What you will do ->
What to return is the tail of the data, from the line that contains "m.low[i], m.up[i] = draw.Float64()-1, draw.Float64()-1" down to the last line, copied exactly.
** The input follows **
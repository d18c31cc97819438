package model

import (
	"math"
	"math/rand/v2"
	"testing"
)

// The equations of a line are solved from both ends, and once more with another right side: held against what comes of multiplying the answer again.
func TestEquationsOfALine(t *testing.T) {
	draw := rand.New(rand.NewPCG(3, 5))
	for n := 1; n <= 12; n++ {
		m := &lineMarch{low: make([]float64, n), diag: make([]float64, n), up: make([]float64, n)}
		for i := range n {
			m.low[i], m.up[i] = draw.Float64()-1, draw.Float64()-1
			m.diag[i] = 2 + draw.Float64()
		}
		low, diag, up := append([]float64(nil), m.low...), append([]float64(nil), m.diag...), append([]float64(nil), m.up...)
		solve := func(name string, by func(y []float64)) {
			b := make([]float64, n)
			for i := range b {
				b[i] = draw.NormFloat64()
			}
			x := append([]float64(nil), b...)
			by(x)
			for i := range b {
				got := diag[i] * x[i]
				if i > 0 {
					got += low[i] * x[i-1]
				}
				if i < n-1 {
					got += up[i] * x[i+1]
				}
				if !(math.Abs(got-b[i]) < 1e-12) {
					t.Errorf("%s, %d rows: row %d gives %g, want %g", name, n, i, got, b[i])
				}
			}
		}
		solve("factor", m.factor)
		solve("back", m.back)
	}
}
** End of The input **
Response ->
			m.low[i], m.up[i] = draw.Float64()-1, draw.Float64()-1
			m.diag[i] = 2 + draw.Float64()
		}
		low, diag, up := append([]float64(nil), m.low...), append([]float64(nil), m.diag...), append([]float64(nil), m.up...)
		solve := func(name string, by func(y []float64)) {
			b := make([]float64, n)
			for i := range b {
				b[i] = draw.NormFloat64()
			}
			x := append([]float64(nil), b...)
			by(x)
			for i := range b {
				got := diag[i] * x[i]
				if i > 0 {
					got += low[i] * x[i-1]
				}
				if i < n-1 {
					got += up[i] * x[i+1]
				}
				if !(math.Abs(got-b[i]) < 1e-12) {
					t.Errorf("%s, %d rows: row %d gives %g, want %g", name, n, i, got, b[i])
				}
			}
		}
		solve("factor", m.factor)
		solve("back", m.back)
	}
}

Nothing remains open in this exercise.